(Assigned task):
Within the records below, find the line containing "a_b = np.where(swap[:, None], a_b[:, ::-1], a_b)". Reproduce it and each line after it exactly, and nothing else.

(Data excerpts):

● ● ● ● ● ● ●

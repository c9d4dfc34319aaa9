"""Levels stage of budget.fields: the vertical coordinate of level inputs.

Pressure levels become a `budget.vertical.PressureLevels` (Pa, top first); a CF hybrid
sigma-pressure coordinate (standard_name atmosphere_hybrid_sigma_pressure_coordinate,
formula_terms ``a: A b: B ps: PS p0: P0`` or ``ap: AP b: B ps: PS``, CF conventions ch. 7 and
appendix D) becomes a `budget.vertical.HybridLevels` from its interface coefficients: the
bounds variables (with their own formula_terms), else the coefficients' own bounds, else
midway between levels.  Each returns the order that sorts the levels top first.
"""

from __future__ import annotations

import re
from dataclasses import dataclass, field

import numpy as np
import xarray as xr

from ..errors import FieldsError
from ..units import PRESSURE, normalise
from ..vertical import HybridLevels, PressureLevels
from .hints import units_hint

HYBRID = "atmosphere_hybrid_sigma_pressure_coordinate"
#: Any surface pressure orders hybrid levels; the standard atmosphere's is used (Pa).
_REF_PS = 101325.0


@dataclass
class Levels:
    """The vertical stage's result: order (top first), coordinate values, the scheme."""

    order: np.ndarray
    values: np.ndarray
    vertical: PressureLevels | HybridLevels
    notes: list = field(default_factory=list)


def is_hybrid(coord: xr.DataArray) -> bool:
    return coord.attrs.get("standard_name") == HYBRID or "formula_terms" in coord.attrs


def hybrid_surface_pressure(raw: xr.Dataset, vdim: str | None) -> str | None:
    """The surface-pressure variable a hybrid coordinate names in its formula_terms."""
    if vdim is None or vdim not in raw.variables or not is_hybrid(raw[vdim]):
        return None
    psn = parse_terms(raw[vdim].attrs.get("formula_terms", "")).get("ps")
    return psn if psn and psn in raw.variables and psn not in raw.dims else None


def read_levels(raw: xr.Dataset, vdim: str, first_var: str, units: dict, where: str) -> Levels:
    """The levels stage: a pressure or hybrid coordinate, or one sentence saying what is wrong."""
    if vdim not in raw.variables:
        raise FieldsError(
            f"The vertical dimension '{vdim}' of '{first_var}' in {where} has no "
            "coordinate values; add a pressure (Pa or hPa) or CF hybrid sigma-pressure "
            "coordinate variable."
        )
    coord = raw[vdim]
    if is_hybrid(coord):
        return hybrid_levels(raw, vdim, units, where)
    if is_pressure_coord(coord) or "level" in units or vdim in units:
        return pressure_levels(raw, vdim, units, where)
    u = coord.attrs.get("units")
    raise FieldsError(
        f"The vertical coordinate '{vdim}' in {where} (units "
        f"'{u if u is not None else 'none'}') is neither pressure nor CF hybrid "
        "sigma-pressure; give pressure levels a units attribute (or "
        f"{units_hint('level')}), or a hybrid coordinate its formula_terms."
    )


def pressure_factor(name: str, raw, where: str, key: str) -> float:
    """The factor to Pa of a pressure unit, or one sentence naming the variable."""
    if raw is None or str(raw).strip() == "":
        raise FieldsError(
            f"The pressure '{name}' in {where} has no units attribute; state its unit with "
            f"{units_hint(key)}."
        )
    k = normalise(raw)
    if k not in PRESSURE:
        raise FieldsError(
            f"The pressure '{name}' in {where} has units '{raw}', which is not a pressure "
            f"unit Fluxfence knows (Pa, hPa, mbar, millibar, mb); override it with "
            f"{units_hint(key)}."
        )
    return PRESSURE[k]


def parse_terms(text: str) -> dict[str, str]:
    parts = re.findall(r"(\w+)\s*:\s*(\S+)", str(text))
    return {k: v for k, v in parts}


def is_pressure_coord(var: xr.DataArray) -> bool:
    if var.attrs.get("standard_name") == "air_pressure":
        return True
    return normalise(var.attrs.get("units", "")) in PRESSURE


def pressure_levels(ds, vdim, units, where) -> Levels:
    coord = ds[vdim]
    override = units.get("level", units.get(vdim))
    raw = override if override is not None else coord.attrs.get("units")
    fac = pressure_factor(vdim, raw, where, "level")
    p = np.asarray(coord.values, dtype=float) * fac
    if np.unique(p).size != p.size:
        raise FieldsError(
            f"The pressure levels '{vdim}' in {where} repeat a value "
            f"({_dupes(p / 100.0)} hPa); each level must appear once."
        )
    if np.nanmax(p) < 5000.0:
        raise FieldsError(
            f"The pressure levels '{vdim}' in {where} are labelled '{raw}' but all lie above "
            f"50 hPa (largest {np.nanmax(p):g} Pa), which looks like hPa labelled Pa; "
            f"correct it with {units_hint('level')}."
        )
    order = np.argsort(p, kind="stable")
    return Levels(order, p[order], PressureLevels(p[order]))


def _dupes(x: np.ndarray) -> str:
    vals, counts = np.unique(x, return_counts=True)
    return ", ".join(f"{v:g}" for v in vals[counts > 1])


def _coef(ds, name, where, what):
    if name not in ds.variables:
        raise FieldsError(
            f"The hybrid coordinate's formula_terms in {where} name '{name}' as {what}, but the "
            "file has no such variable; fix the formula_terms attribute or add the variable."
        )
    return ds[name]


@dataclass(frozen=True)
class _Hybrid:
    """What the hybrid helpers share: the dataset, its coordinate and its formula_terms."""

    ds: xr.Dataset
    vdim: str
    terms: dict
    units: dict
    where: str

    def a_pa(self, term_map: dict, bounds: bool) -> np.ndarray:
        """The 'a' coefficients (of levels or of bounds) in Pa: ap, or a × p0."""
        ds, units, where = self.ds, self.units, self.where
        if "ap" in term_map:
            var = _coef(ds, term_map["ap"], where, "ap")
            ov = units.get("ap", units.get(term_map["ap"]))
            raw_units = var.attrs.get("units")
            if bounds and raw_units is None and self.terms.get("ap") in ds.variables:
                # CF 7.1: a boundary variable takes its units from its parent variable
                raw_units = ds[self.terms["ap"]].attrs.get("units")
            fac = pressure_factor(term_map["ap"], ov or raw_units, where, "ap")
            return np.asarray(var.values, dtype=float) * fac
        var = _coef(ds, term_map["a"], where, "a")
        if "p0" not in term_map:
            raise FieldsError(
                f"The hybrid coordinate '{self.vdim}' in {where} gives 'a' without 'p0' in its "
                "formula_terms; add 'p0: P0' naming the reference pressure variable."
            )
        p0v = _coef(ds, term_map["p0"], where, "p0")
        ov = units.get("p0", units.get(term_map["p0"]))
        fac = pressure_factor(term_map["p0"], ov or p0v.attrs.get("units"), where, "p0")
        p0 = float(np.asarray(p0v.values, dtype=float).ravel()[0]) * fac
        return np.asarray(var.values, dtype=float) * p0


def hybrid_levels(ds, vdim, units, where) -> Levels:
    coord = ds[vdim]
    terms = parse_terms(coord.attrs.get("formula_terms", ""))
    if "b" not in terms or not ("a" in terms or "ap" in terms):
        raise FieldsError(
            f"The hybrid sigma-pressure coordinate '{vdim}' in {where} lacks usable "
            "formula_terms (need 'a: A b: B ps: PS p0: P0' or 'ap: AP b: B ps: PS'); add the "
            "attribute as in CF conventions appendix D."
        )
    h = _Hybrid(ds, vdim, terms, units, where)
    a_mid = h.a_pa(terms, False)
    b_mid = np.asarray(_coef(ds, terms["b"], where, "b").values, dtype=float)
    if a_mid.shape != (coord.size,) or b_mid.shape != (coord.size,):
        raise FieldsError(
            f"The hybrid coefficients of '{vdim}' in {where} do not have one value per level; "
            "check the formula_terms variables."
        )
    p_mid = a_mid + b_mid * _REF_PS
    if np.unique(p_mid).size != p_mid.size:
        raise FieldsError(
            f"The hybrid levels '{vdim}' in {where} repeat a level (equal a and b); each level "
            "must appear once."
        )
    order = np.argsort(p_mid, kind="stable")
    a_int, b_int, notes = _hybrid_interfaces(h, order, a_mid[order], b_mid[order])
    vert = HybridLevels(np.asarray(a_int, float), np.asarray(b_int, float))
    return Levels(order, np.asarray(coord.values)[order], vert, notes)


def _hybrid_interfaces(h: _Hybrid, order, a_mid, b_mid):
    """Interface coefficients: from the bounds variable, the coefficients' bounds, or midway."""
    ds, terms, vdim, where = h.ds, h.terms, h.vdim, h.where
    bname = ds[vdim].attrs.get("bounds")
    if bname and bname in ds.variables:
        bterms = parse_terms(ds[bname].attrs.get("formula_terms", ""))
        if "b" in bterms and ("a" in bterms or "ap" in bterms):
            if "p0" not in bterms and "p0" in terms:
                bterms["p0"] = terms["p0"]
            a_b = h.a_pa(bterms, True)
            b_b = np.asarray(_coef(ds, bterms["b"], where, "b bounds").values, dtype=float)
            return (*_interfaces_from_bounds(a_b, b_b, order, vdim, where), [])
    # no bounds: coefficients' own bounds attributes (as CMIP files carry), else midway
    an = terms.get("ap", terms.get("a"))
    ab = ds[an].attrs.get("bounds") if an in ds.variables else None
    bb = ds[terms["b"]].attrs.get("bounds")
    if ab and bb and ab in ds.variables and bb in ds.variables:
        key = "ap" if "ap" in terms else "a"
        bt = {key: ab, "b": bb}
        if "p0" in terms:
            bt["p0"] = terms["p0"]
        a_b = h.a_pa(bt, True)
        b_b = np.asarray(ds[bb].values, dtype=float)
        return (*_interfaces_from_bounds(a_b, b_b, order, vdim, where), [])
    a_int = np.clip(_midway(a_mid), 0.0, None)
    b_int = np.clip(_midway(b_mid), 0.0, 1.0)
    note = (f"hybrid coordinate '{vdim}' has no bounds; layer interfaces were placed midway "
            "between levels, the outermost extrapolated (a >= 0, 0 <= b <= 1)")
    return a_int, b_int, [note]


def _midway(c: np.ndarray) -> np.ndarray:
    if c.size == 1:
        return np.array([c[0], c[0]], dtype=float)
    inner = 0.5 * (c[1:] + c[:-1])
    first = c[0] - 0.5 * (c[1] - c[0])
    last = c[-1] + 0.5 * (c[-1] - c[-2])
    return np.concatenate([[first], inner, [last]])


def _interfaces_from_bounds(a_b, b_b, order, vdim, where):
    n = order.size
    if a_b.shape != (n, 2) or b_b.shape != (n, 2):
        raise FieldsError(
            f"The bounds of the hybrid coordinate '{vdim}' in {where} are not shaped "
            "(level, 2); fix the bounds variables."
        )
    a_b, b_b = a_b[order], b_b[order]
    p_b = a_b + b_b * _REF_PS
    swap = p_b[:, 0] > p_b[:, 1]  # upper (smaller pressure) bound first
    a_b = np.where(swap[:, None], a_b[:, ::-1], a_b)
    b_b = np.where(swap[:, None], b_b[:, ::-1], b_b)
    if n > 1 and not (
        np.allclose(a_b[1:, 0], a_b[:-1, 1], rtol=1e-6, atol=1e-6 * max(1.0, np.abs(a_b).max()))
        and np.allclose(b_b[1:, 0], b_b[:-1, 1], rtol=1e-6, atol=1e-9)
    ):
        raise FieldsError(
            f"The bounds of the hybrid coordinate '{vdim}' in {where} leave gaps or overlaps "
            "between layers; each layer's lower bound must be the next layer's upper bound."
        )
    a_int = np.concatenate([[a_b[0, 0]], a_b[:, 1]])
    b_int = np.concatenate([[b_b[0, 0]], b_b[:, 1]])
    return a_int, b_int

● ● ● ● ● ● ●

(Output below):
    a_b = np.where(swap[:, None], a_b[:, ::-1], a_b)
    b_b = np.where(swap[:, None], b_b[:, ::-1], b_b)
    if n > 1 and not (
        np.allclose(a_b[1:, 0], a_b[:-1, 1], rtol=1e-6, atol=1e-6 * max(1.0, np.abs(a_b).max()))
        and np.allclose(b_b[1:, 0], b_b[:-1, 1], rtol=1e-6, atol=1e-9)
    ):
        raise FieldsError(
            f"The bounds of the hybrid coordinate '{vdim}' in {where} leave gaps or overlaps "
            "between layers; each layer's lower bound must be the next layer's upper bound."
        )
    a_int = np.concatenate([[a_b[0, 0]], a_b[:, 1]])
    b_int = np.concatenate([[b_b[0, 0]], b_b[:, 1]])
    return a_int, b_int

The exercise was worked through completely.